Focus on understanding the relationship between two numerical variables.
Dependent Variable (DV): The variable being predicted or explained.
Independent Variable (IV): The variable used to predict the DV.
Simple linear regression (SLR) is based on concepts from Pearson's correlation.
Correlation only measures the strength of a relationship without designating independent and dependent variables.
Simple Linear Regression aims to predict the DV based on the IV, indicating one variable's role in influencing another.
Utilizes scatter plots to visualize relationships between variables.
The line of best fit is a foundational concept; represented by the equation y = mx + b
, where:
y = dependent variable
m = slope (change in y for a one-unit change in x)
x = independent variable
b = y-intercept (value of y when x = 0)
Regression enables the distinction between IVs and DVs in prediction.
A common goal in psychology is predicting human behavior, aligning well with regression analysis goals.
Predictors (independent variables) are used for forecasting changes in the dependent variable.
Distinction between correlation and regression is crucial, especially when considering causal relationships.
Regression can suggest relationships, but does not imply causation.
Possible confounding factors may influence DVs, necessitating careful design to infer causation.
Causal inferences require controlled experimental designs alongside regression analysis.
Simple linear regression analysis is primarily observational, using either:
Cross-sectional studies (data collected at one point in time).
Longitudinal studies (data collected over time).
The primary goal is to explain variability in the DV (y or outcome variable).
Variability in the DV can be divided into:
Explained Variability: Variability due to the IV.
Unexplained Variability (Residuals/Error): Random factors or measurement errors not captured by the model.
The regression equation quantifies this relationship, calculating total variability, explained variability, and residuals.
Simple linear regression quantifies total variability using three components:
Total Sum of Squares (SST): Total variability in the observations.
Regression Sum of Squares (SSR): Variability explained by the model.
Residual Sum of Squares (SSE): Variability not explained by the model.
Relationship: SST = SSR + SSE.
Regression Line: Represents the best predictive relationship.
Intercept (a): Starting point of regression line.
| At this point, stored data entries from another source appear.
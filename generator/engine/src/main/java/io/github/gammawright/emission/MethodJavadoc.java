package io.github.gammawright.emission;

import java.util.List;

/** Writes the documentation of the public methods. */
final class MethodJavadoc {

    private MethodJavadoc() {}

    static String evaluate(EmissionContext context, boolean allocates) {
        StringBuilder text = new StringBuilder("Evaluates at a point.");
        text.append(allocates ? " Allocates one workspace; evaluateWith does not.\n\n" : " Allocates nothing.\n\n");
        inputs(context, text);
        results(context, text);
        return text.append(lengths(context)).toString();
    }

    static String evaluateWith(EmissionContext context) {
        StringBuilder text = new StringBuilder("Evaluates at a point with the caller's memory. Allocates nothing.\n\n");
        text.append(
                        "@param workspace at least {@code WORKSPACE_LENGTH} entries, overwritten; in use by one thread at a")
                .append("\n    time, and none of the results\n");
        inputs(context, text);
        results(context, text);
        return text.append(lengths(context)).toString();
    }

    static String valuesAt(EmissionContext context) {
        StringBuilder text = new StringBuilder("The values at a point, in a new array.\n\n");
        inputs(context, text);
        text.append("@return ").append(entries(context, 0)).append('\n');
        return text.append("@throws IllegalArgumentException if an array has a wrong length\n")
                .toString();
    }

    static String evaluateAt(EmissionContext context, boolean allocates) {
        StringBuilder text = new StringBuilder("Evaluates at a point that is part of a larger array.");
        text.append(allocates ? " Allocates one workspace.\n\n" : " Allocates nothing.\n\n");
        for (KernelInput input : context.names().inputs()) {
            text.append("@param ")
                    .append(input.plural())
                    .append(" holds the ")
                    .append(input.name())
                    .append('\n');
            String from = input.isPoint() ? "from" : input.plural() + "From";
            text.append("@param ").append(from).append(" where it starts\n");
        }
        for (int r = 0; r < context.names().results().size(); r++) {
            String name =
                    context.isSingle() ? "results" : context.names().results().get(r);
            String to = context.isSingle() ? "to" : name + "To";
            text.append("@param ").append(name).append(" where the result goes\n");
            text.append("@param ").append(to).append(" where its first entry goes\n");
        }
        return text.append("@throws IllegalArgumentException if an array is too short")
                .append(context.isSingle() ? "\n" : ", or two results overlap\n")
                .toString();
    }

    static String evaluateScalars(EmissionContext context, boolean allocates) {
        StringBuilder text = new StringBuilder("Evaluates at a point given by its coordinates.");
        text.append(allocates ? " Allocates one workspace.\n\n" : " Allocates nothing.\n\n");
        for (KernelInput input : context.names().inputs()) {
            List<String> scalars = context.names().scalars(input);
            for (int i = 0; i < scalars.size(); i++) {
                text.append("@param ").append(scalars.get(i)).append(' ');
                String coordinate = JavadocText.escape(input.coordinates().get(i));
                text.append(input.isPoint() ? "the coordinate " : "the " + input.name() + " along ");
                text.append(coordinate).append('\n');
            }
        }
        results(context, text);
        return text.append(lengths(context)).toString();
    }

    static String inDomain(EmissionContext context, boolean allocates) {
        return JavadocText.wrap("Whether a point meets the conditions of the definition; NaN meets none."
                        + (allocates ? " Allocates memory for the caller's functions." : ""))
                + "\n\n@param point " + pointEntries(context) + "\n@return whether it does\n"
                + "@throws IllegalArgumentException if the array has a wrong length\n";
    }

    static String sign(KernelModel.Result result, boolean single) {
        String name = single ? "the result" : "{@code " + result.quantity().variableName() + "}";
        return "How a component with all indices below comes from the entry of " + name
                + " that index points to.\n\n@return 1 or -1, which the entry is to be multiplied with, or 0 for a"
                + " component that is zero\n@throws IndexOutOfBoundsException if there is no such component\n";
    }

    static String index(KernelModel.Result result, boolean single, boolean mayBeZero) {
        String name = single ? "the result" : "{@code " + result.quantity().variableName() + "}";
        StringBuilder text = new StringBuilder("Where a component is in " + name + ".");
        if (result.shape().first() > 0) {
            text.append(" Indices count from ").append(result.shape().first()).append('.');
        }
        text.append("\n\n@return the position").append(mayBeZero ? ", or -1 for a component that is zero\n" : "\n");
        if (result.shape().rank() > 0) {
            text.append("@throws IndexOutOfBoundsException if there is no such component\n");
        }
        return text.toString();
    }

    private static void inputs(EmissionContext context, StringBuilder text) {
        for (KernelInput input : context.names().inputs()) {
            text.append("@param ").append(input.name()).append(' ');
            String entries = input.isPoint()
                    ? pointEntries(context)
                    : input.length() + " entries, one for each of "
                            + JavadocText.escape(String.join(", ", input.coordinates()));
            text.append(entries).append('\n');
        }
    }

    private static String pointEntries(EmissionContext context) {
        return JavadocText.escape(String.join(", ", context.model().definition().coordinates()));
    }

    private static void results(EmissionContext context, StringBuilder text) {
        for (int r = 0; r < context.names().results().size(); r++) {
            text.append("@param ").append(context.names().results().get(r)).append(" overwritten with ");
            text.append(entries(context, r)).append('\n');
        }
    }

    private static String entries(EmissionContext context, int result) {
        String formula = context.model()
                .results()
                .get(result)
                .quantity()
                .formula(context.model().layout());
        return JavadocText.escape(formula) + ", {@code " + context.lengthConstant(result) + "} entries";
    }

    private static String lengths(EmissionContext context) {
        return "@throws IllegalArgumentException if an array has a wrong length"
                + (context.isSingle() ? "\n" : ", or two results are one array\n");
    }
}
Represents expected score when x = 0.
Slope (b): Indicates the rate of change of y relative to changes in x.
Example: If b = 5, then for every additional quiz completed, the predicted grade increases by 5 points.
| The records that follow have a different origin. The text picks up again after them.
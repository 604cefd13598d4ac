package io.github.gammawright.verification;

import java.util.Locale;

/** How the examination of a claim can end. */
public enum ClaimVerdict {
    /** It follows from normal forms, from the structure of the definition, or from the value at one point. */
    PROVED,
    /**
     * What must vanish does so in exact arithmetic at random points of a prime field, which a function that is not zero
     * does with a probability below 10⁻⁴⁰; and it was found true at points of the domain.
     */
    CERTIFIED,
    /** It is true at all points where it was tried; that is all that is known. */
    TESTED,
    /** It is false. */
    REFUTED,
    /** There was no way to try it. */
    NOT_TESTED;

    /** The verdict in words. */
    public String text() {
        return name().toLowerCase(Locale.ROOT).replace('_', ' ');
    }
}
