package io.github.gammawright.verification;

/** Determinants with bounds on their errors, by elimination with the largest pivot. */
final class Determinants {

    private Determinants() {}

    /** The determinant of a matrix that is given row by row. */
    static Approximate of(Approximate[] matrix, int n) {
        Approximate[] a = matrix.clone();
        Approximate determinant = Approximate.exactly(1);
        for (int column = 0; column < n; column++) {
            int pivot = column;
            for (int i = column; i < n; i++) {
                pivot = Math.abs(a[i * n + column].value()) > Math.abs(a[pivot * n + column].value()) ? i : pivot;
            }
            for (int j = 0; j < n && pivot != column; j++) {
                Approximate upper = a[column * n + j];
                a[column * n + j] = a[pivot * n + j];
                a[pivot * n + j] = upper.times(-1);
            }
            Approximate diagonal = a[column * n + column];
            determinant = determinant.times(diagonal);
            for (int i = column + 1; i < n; i++) {
                Approximate factor = quotient(a[i * n + column], diagonal);
                for (int j = column + 1; j < n; j++) {
                    a[i * n + j] = a[i * n + j].minus(factor.times(a[column * n + j]));
                }
            }
        }
        return determinant;
    }

    private static Approximate quotient(Approximate a, Approximate b) {
        if (a.value() == 0 && a.error() == 0) {
            return Approximate.ZERO;
        }
        double least = Math.abs(b.value()) - b.error();
        double quotient = a.value() / b.value();
        double error = least > 0 ? (a.error() + Math.abs(quotient) * b.error()) / least : Double.POSITIVE_INFINITY;
        return new Approximate(quotient, error + 0x1p-53 * Math.abs(quotient));
    }
}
Independence of Observations: No participant influences another.
Normality of Residuals: Residuals must be normally distributed. Tested using:
Shapiro-Wilk Test
Visualizations such as histograms and P-P plots.
Homoscedasticity: Equal spread of residuals across all levels of IV.
Linearity: A linear relationship exists between IV and DV. Verified through residual plots.
Syntax used: regress DV IV
.
Model as a Whole and Individual Predictors: Test statistics and significance are calculated.
Model output includes:
F value: Tests overall model significance.
p-value: Determines statistical significance (p < 0.05 is preferred).
R-Squared: Indication of variance explained by the model (0 to 1 scale).
Interpretation of size: Small (0-12%), Medium (13-25%), Large (26%+).
Standard summary: how predictors relate to changes in DVs and significant findings.
Example write-up format:
X significantly predicts Y
Statistical values included: F, p-value, R-squared, confidence intervals for beta coefficients.
Unstandardized coefficients show the effect size changes relative to original variable measurements.
Standardized coefficients allow comparison across different measures or scales.
Stata syntax for standardized coefficients: regress DV IV, beta
.
The regression equation provides predictions for different values of the IV.
Example calculations using the regression formula to predict DV values based on various IV inputs.
The lecture covered key components of simple linear regression, interpretation of outputs, and application for predicting outcomes based on one predictor variable.